Records from a collection:
********

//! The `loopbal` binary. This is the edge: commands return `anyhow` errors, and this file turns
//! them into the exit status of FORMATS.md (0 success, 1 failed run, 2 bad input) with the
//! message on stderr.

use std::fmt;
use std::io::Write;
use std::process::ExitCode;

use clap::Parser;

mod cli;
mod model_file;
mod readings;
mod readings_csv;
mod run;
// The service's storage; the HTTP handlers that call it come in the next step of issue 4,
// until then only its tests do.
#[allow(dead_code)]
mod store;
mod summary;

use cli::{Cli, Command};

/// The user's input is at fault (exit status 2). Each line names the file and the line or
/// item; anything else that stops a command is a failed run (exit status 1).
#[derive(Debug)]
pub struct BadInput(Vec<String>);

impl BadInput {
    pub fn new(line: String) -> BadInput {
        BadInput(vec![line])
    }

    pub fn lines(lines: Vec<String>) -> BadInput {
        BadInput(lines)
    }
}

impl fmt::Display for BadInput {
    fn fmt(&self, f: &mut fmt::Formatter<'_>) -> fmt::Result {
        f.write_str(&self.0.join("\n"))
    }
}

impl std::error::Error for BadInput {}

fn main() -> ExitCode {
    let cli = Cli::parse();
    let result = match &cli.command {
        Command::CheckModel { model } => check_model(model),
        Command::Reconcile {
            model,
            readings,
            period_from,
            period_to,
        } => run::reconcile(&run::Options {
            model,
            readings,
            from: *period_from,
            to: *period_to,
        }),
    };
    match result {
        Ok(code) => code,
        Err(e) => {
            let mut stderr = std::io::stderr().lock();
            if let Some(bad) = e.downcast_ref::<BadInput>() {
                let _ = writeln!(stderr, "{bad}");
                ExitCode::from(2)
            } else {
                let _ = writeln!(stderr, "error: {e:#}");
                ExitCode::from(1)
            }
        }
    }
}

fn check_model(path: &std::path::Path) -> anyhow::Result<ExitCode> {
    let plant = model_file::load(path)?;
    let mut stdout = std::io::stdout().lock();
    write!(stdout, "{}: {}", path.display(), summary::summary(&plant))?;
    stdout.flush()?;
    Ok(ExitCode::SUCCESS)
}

********

Instructions to follow »
Retype only this portion of the data above: the line containing "message on stderr.", the line containing "let plant = model_file::load(path)?;", and all lines between them, exactly.

Task solution »
//! message on stderr.

use std::fmt;
use std::io::Write;
use std::process::ExitCode;

use clap::Parser;

mod cli;
mod model_file;
mod readings;
mod readings_csv;
mod run;
// The service's storage; the HTTP handlers that call it come in the next step of issue 4,
// until then only its tests do.
#[allow(dead_code)]
mod store;
mod summary;

use cli::{Cli, Command};

/// The user's input is at fault (exit status 2). Each line names the file and the line or
/// item; anything else that stops a command is a failed run (exit status 1).
#[derive(Debug)]
pub struct BadInput(Vec<String>);

impl BadInput {
    pub fn new(line: String) -> BadInput {
        BadInput(vec![line])
    }

    pub fn lines(lines: Vec<String>) -> BadInput {
        BadInput(lines)
    }
}

impl fmt::Display for BadInput {
    fn fmt(&self, f: &mut fmt::Formatter<'_>) -> fmt::Result {
        f.write_str(&self.0.join("\n"))
    }
}

impl std::error::Error for BadInput {}

fn main() -> ExitCode {
    let cli = Cli::parse();
    let result = match &cli.command {
        Command::CheckModel { model } => check_model(model),
        Command::Reconcile {
            model,
            readings,
            period_from,
            period_to,
        } => run::reconcile(&run::Options {
            model,
            readings,
            from: *period_from,
            to: *period_to,
        }),
    };
    match result {
        Ok(code) => code,
        Err(e) => {
            let mut stderr = std::io::stderr().lock();
            if let Some(bad) = e.downcast_ref::<BadInput>() {
                let _ = writeln!(stderr, "{bad}");
                ExitCode::from(2)
            } else {
                let _ = writeln!(stderr, "error: {e:#}");
                ExitCode::from(1)
            }
        }
    }
}

fn check_model(path: &std::path::Path) -> anyhow::Result<ExitCode> {
    let plant = model_file::load(path)?;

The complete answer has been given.